Working data:

def check_duration_mismatch(frame: pd.DataFrame, *, default_engagement_threshold=0.5, bound_target_degradation_factor=1.0) -> pd.DataFrame:
    """``duration-mismatch``: simulated engagement against the program's intended profile.

    ``frame``: one row per compound with ``compound_id``, ``stage``,
    ``intended_profile``, the program limits ``engagement_threshold``,
    ``onset_max_s``, ``duration_min_s``, ``offset_max_s``,
    ``dosing_interval_s`` (NaN = not set), the kinetics ``kon_per_M_s``,
    ``koff_per_s``, ``koff_low_per_s``, ``koff_high_per_s`` and ``kd_source``
    (text), and the PK ``route``, ``free_cmax_M``, ``tmax_s``,
    ``half_life_s``, ``species``, ``pk_id``, ``kinetic_measurement_id``.

    Engagement d(theta)/dt = kon C (1 - theta) - koff theta, with target
    turnover where the program gives ``target_half_life_s``
    (:func:`tracker.rules.engagement.regimen_engagement`, vectorised).  Without
    a dosing interval one dose is judged; with one, the regimen at steady
    state (time above threshold per interval, trough, offset after the last
    dose); the message and ``data.regimen`` say which.  Limits: onset <=
    ``onset_max``, time above threshold >= ``duration_min`` (per interval:
    at most the interval), last time above threshold <= ``offset_max``; with a
    dosing interval, the steady-state trough must stay above the threshold when
    no ``duration_min`` shorter than the interval allows a gap.  Where the
    residence time exceeds the bound target's half-life the message says that
    turnover, not dissociation, sets the duration (``data.duration_set_by``).  A compound
    that never reaches the threshold gets one finding for that.  Severity:
    ``high`` at candidate or later, ``moderate`` at lead-optimization and
    advanced-lead, ``low`` earlier.  At candidate or later, missing kinetics,
    affinity or PK is reported instead (``moderate``).  A program without any
    profile limit gets no duration findings.  Where the koff has a 95%
    interval the failing metric is re-simulated at its ends.
    """
    n = len(frame)
    if n == 0:
        return _empty()
    stage_i = _stage_index(frame["stage"])
    koff = _num(frame, "koff_per_s")
    kon = _num(frame, "kon_per_M_s")
    cmax = _num(frame, "free_cmax_M")
    hl = _num(frame, "half_life_s")
    tmax = _num(frame, "tmax_s")
    route = np.array([r if isinstance(r, str) else "" for r in frame["route"].to_numpy(dtype=object)], dtype=object) \
        if "route" in frame.columns else np.full(n, "", dtype=object)
    thr_prog = _num(frame, "engagement_threshold")
    onset_max = _num(frame, "onset_max_s")
    dur_min = _num(frame, "duration_min_s")
    off_max = _num(frame, "offset_max_s")
    tau = _num(frame, "dosing_interval_s")
    thl = _num(frame, "target_half_life_s")
    fac = _col(bound_target_degradation_factor, n)
    has_limits = np.isfinite(onset_max) | np.isfinite(dur_min) | np.isfinite(off_max) | np.isfinite(tau)
    thr = np.where(np.isfinite(thr_prog), thr_prog, _col(default_engagement_threshold, n))
    has_kin = np.isfinite(koff) & (koff > 0)
    has_aff = np.isfinite(kon) & (kon > 0)
    with np.errstate(invalid="ignore", divide="ignore"):  # a tmax the simulation refuses counts as no usable PK
        oral_ok = (route == "oral") & np.isfinite(tmax) & (tmax > 0) & ~(tmax * math.log(2) / hl > MAX_TMAX_KE)
    has_pk = np.isfinite(cmax) & (cmax > 0) & np.isfinite(hl) & (hl > 0) & (oral_ok | (route == "iv"))
    can = has_kin & has_aff & has_pk & has_limits
    records: list[dict] = []
    profile = np.array([p if isinstance(p, str) and p else "intended" for p in
                        (frame["intended_profile"].to_numpy(dtype=object) if "intended_profile" in frame.columns else [None] * n)], dtype=object)
    stages = frame["stage"].to_numpy(dtype=object)
    info = _rows(frame, ["compound_id", "species", "kd_source", "pk_id", "kinetic_measurement_id"])
    # -- missing evidence at candidate or later
    late = stage_i >= _CANDIDATE
    for i in np.nonzero(late & ~can & has_limits)[0]:  # a program without an intended profile: nothing to compare
        missing = []
        if not has_kin[i]:
            missing.append("kinetic measurement (residence time)")
        elif not has_aff[i]:
            missing.append("affinity (kon or KD)")
        if not has_pk[i]:
            missing.append("PK profile (free Cmax, tmax, half-life)")
        stage = stages[i]
        records.append({
            "compound_id": info[i].compound_id, "rule": "duration-mismatch", "severity": "moderate",
            "message": f"cannot check engagement against the {profile[i]} profile at {stage}: missing {', '.join(missing)}",
            "prompt": f"Provide the missing {' and '.join(m.split(' (')[0] for m in missing)} and simulate engagement before the {next_stage(stage)} review",
            "caution": None,
            "data": _data(missing=missing),
        })
    if can.any():
        ci = np.nonzero(can)[0]
        met = _metrics(kon[ci], koff[ci], route[ci], cmax[ci], tmax[ci], hl[ci], thr[ci], tau[ci], thl=thl[ci], fac=fac[ci])
        fails = _limit_failures(met, thr[ci], onset_max[ci], dur_min[ci], off_max[ci], tau[ci])
        if fails:
            _intervals(fails, frame, ci, kon, route, cmax, tmax, hl, thr, tau, thl, fac)
        set_by = np.atleast_1d(duration_set_by(koff[ci], thl[ci], fac[ci]))
        sev_by_stage = np.where(stage_i >= _CANDIDATE, "high", np.where(stage_i >= _LEAD_OPT, "moderate", "low"))
        for f in fails:
            i = ci[f["row"]]
            stage = stages[i]
            r = info[i]
            species = r.species if isinstance(r.species, str) else ""
            kd_source = r.kd_source if isinstance(r.kd_source, str) else "measured"
            context = (
                f"{route[i]} {species} PK (free Cmax {fmt_conc(cmax[i])}, t½ {fmt_time(hl[i])}"
                + (f", tmax {fmt_time(tmax[i])}" if route[i] == "oral" else "")
                + f"), RT {fmt_time(1 / koff[i])}, KD {fmt_conc(koff[i] / kon[i])} ({kd_source}), "
                f"threshold {_fmt.pct(thr[i])}" + ("" if np.isfinite(thr_prog[i]) else " (default; the program sets none)")
            )
            j = f["row"]
            regimen = met["regimen"][j]
            if np.isfinite(thl[i]):
                context += f", target t½ {fmt_time(thl[i])}"
            turnover_note = ""
            if set_by[j] == "turnover":
                turnover_note = (f"; target turnover (t½ {fmt_time(thl[i] / fac[i])}), not dissociation (RT {fmt_time(1 / koff[i])}), "
                                 "sets the duration")
            caution = CAUTION_OFFSET if f["limit"] == "offset_max" else CAUTION_NOT_DOSING_ADVICE
            records.append({
                "compound_id": r.compound_id, "rule": "duration-mismatch", "severity": sev_by_stage[i],
                "message": f"{f['text']}{f.get('ci_text', '')} for the {profile[i]} profile ({regimen}){turnover_note}; "
                           f"simulated with {context}",
                "prompt": _LIMIT_PROMPTS[f["limit"]].format(profile=profile[i], next=next_stage(stage)),
                "caution": caution,
                "data": _data(
                    limit=f["limit"], limit_value=f["limit_value"], simulated_value=f["value"], excess=f["excess"],
                    simulated_value_ci95=f.get("ci"), engagement_threshold=thr[i],
                    onset_s=met["onset_s"][f["row"]], offset_s=met["offset_s"][f["row"]],
                    duration_above_threshold_s=met["duration_above_threshold_s"][f["row"]],
                    peak_occupancy=met["peak_occupancy"][f["row"]], trough_occupancy=met["trough_occupancy"][f["row"]],
                    residence_time_s=1 / koff[i], kd_M=koff[i] / kon[i], pk_id=r.pk_id,
                    kinetic_measurement_id=r.kinetic_measurement_id,
                    regimen="steady state" if np.isfinite(tau[i]) else "single dose", regimen_text=regimen,
                    dosing_interval_s=tau[i], target_half_life_s=thl[i], duration_set_by=set_by[j],
                ),
            })
    return _frame(records)


_METRIC_OF_LIMIT = {"engagement_threshold": "peak_occupancy", "onset_max": "onset_s", "duration_min": "duration_above_threshold_s",
                    "offset_max": "offset_s", "dosing_interval": "trough_occupancy"}


def _limit_failures(met, thr, onset_max, dur_min, off_max, tau) -> list[dict]:
    """One dict per failed limit: row (within the simulated rows), limit, value, limit_value, excess, text."""
    onset, offset, dur = met["onset_s"], met["offset_s"], met["duration_above_threshold_s"]
    peak, trough = met["peak_occupancy"], met["trough_occupancy"]
    regimen = np.isfinite(tau)
    # one dose: never above threshold = no onset; a regimen: the steady-state peak stays below it
    never = np.where(regimen, ~(peak >= thr), ~np.isfinite(onset))
    out = []
    pct = _fmt.pct
    for j in range(onset.size):
        if never[j]:
            out.append({"row": j, "limit": "engagement_threshold", "value": peak[j], "limit_value": thr[j],
                        "excess": peak[j] - thr[j],
                        "text": f"engagement never reaches the {pct(thr[j])} threshold (peak occupancy {pct(peak[j])})"})
            continue
        if np.isfinite(onset_max[j]) and not onset[j] <= onset_max[j]:
            if not np.isfinite(onset[j]):  # a regimen that gets there only after more doses than simulated
                out.append({"row": j, "limit": "onset_max", "value": onset[j], "limit_value": onset_max[j], "excess": math.nan,
                            "text": f"onset not reached within {ONSET_DOSES} doses, beyond the {fmt_time(onset_max[j])} limit"})
                continue
            out.append({"row": j, "limit": "onset_max", "value": onset[j], "limit_value": onset_max[j],
                        "excess": onset[j] - onset_max[j],
                        "text": f"onset {fmt_time(onset[j])} exceeds the {fmt_time(onset_max[j])} limit by {fmt_time(onset[j] - onset_max[j])} ({fmt_fold(onset[j] / onset_max[j])})"})
        if regimen[j]:
            # per interval at steady state; a minimum of a whole interval or more is continuous cover: the trough check
            if np.isfinite(dur_min[j]) and dur_min[j] < tau[j] and dur[j] < dur_min[j]:
                out.append({"row": j, "limit": "duration_min", "value": dur[j], "limit_value": dur_min[j],
                            "excess": dur[j] - dur_min[j],
                            "text": f"time above threshold {fmt_time(dur[j])} per {fmt_time(tau[j])} interval at steady state falls "
                                    f"{fmt_time(dur_min[j] - dur[j])} short of the {fmt_time(dur_min[j])} minimum ({fmt_fold(dur[j] / dur_min[j])})"})
        elif np.isfinite(dur_min[j]) and dur[j] < dur_min[j]:
            out.append({"row": j, "limit": "duration_min", "value": dur[j], "limit_value": dur_min[j],
                        "excess": dur[j] - dur_min[j],
                        "text": f"time above threshold {fmt_time(dur[j])} falls {fmt_time(dur_min[j] - dur[j])} short of the {fmt_time(dur_min[j])} minimum ({fmt_fold(dur[j] / dur_min[j])}) after one dose"})
        if np.isfinite(off_max[j]) and offset[j] > off_max[j]:
            after = "the last dose" if regimen[j] else "dosing"
            out.append({"row": j, "limit": "offset_max", "value": offset[j], "limit_value": off_max[j],
                        "excess": offset[j] - off_max[j],
                        "text": f"offset {fmt_time(offset[j])} after {after} exceeds the {fmt_time(off_max[j])} limit by {fmt_time(offset[j] - off_max[j])} ({fmt_fold(offset[j] / off_max[j])})"})
        gap_allowed = np.isfinite(dur_min[j]) and dur_min[j] < tau[j]
        if np.isfinite(tau[j]) and np.isfinite(trough[j]) and trough[j] < thr[j] and not gap_allowed:
            out.append({"row": j, "limit": "dosing_interval", "value": trough[j], "limit_value": thr[j],
                        "excess": trough[j] - thr[j],
                        "text": f"at steady state on a {fmt_time(tau[j])} dosing interval occupancy falls to {pct(trough[j])}, below the {pct(thr[j])} threshold"})
    return out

Required action:
Sift through the material above and copy the lines that contain the word "missing".

Answer to the problem:
    advanced-lead, ``low`` earlier.  At candidate or later, missing kinetics,
    # -- missing evidence at candidate or later
        missing = []
            missing.append("kinetic measurement (residence time)")
            missing.append("affinity (kon or KD)")
            missing.append("PK profile (free Cmax, tmax, half-life)")
            "message": f"cannot check engagement against the {profile[i]} profile at {stage}: missing {', '.join(missing)}",
            "prompt": f"Provide the missing {' and '.join(m.split(' (')[0] for m in missing)} and simulate engagement before the {next_stage(stage)} review",
            "data": _data(missing=missing),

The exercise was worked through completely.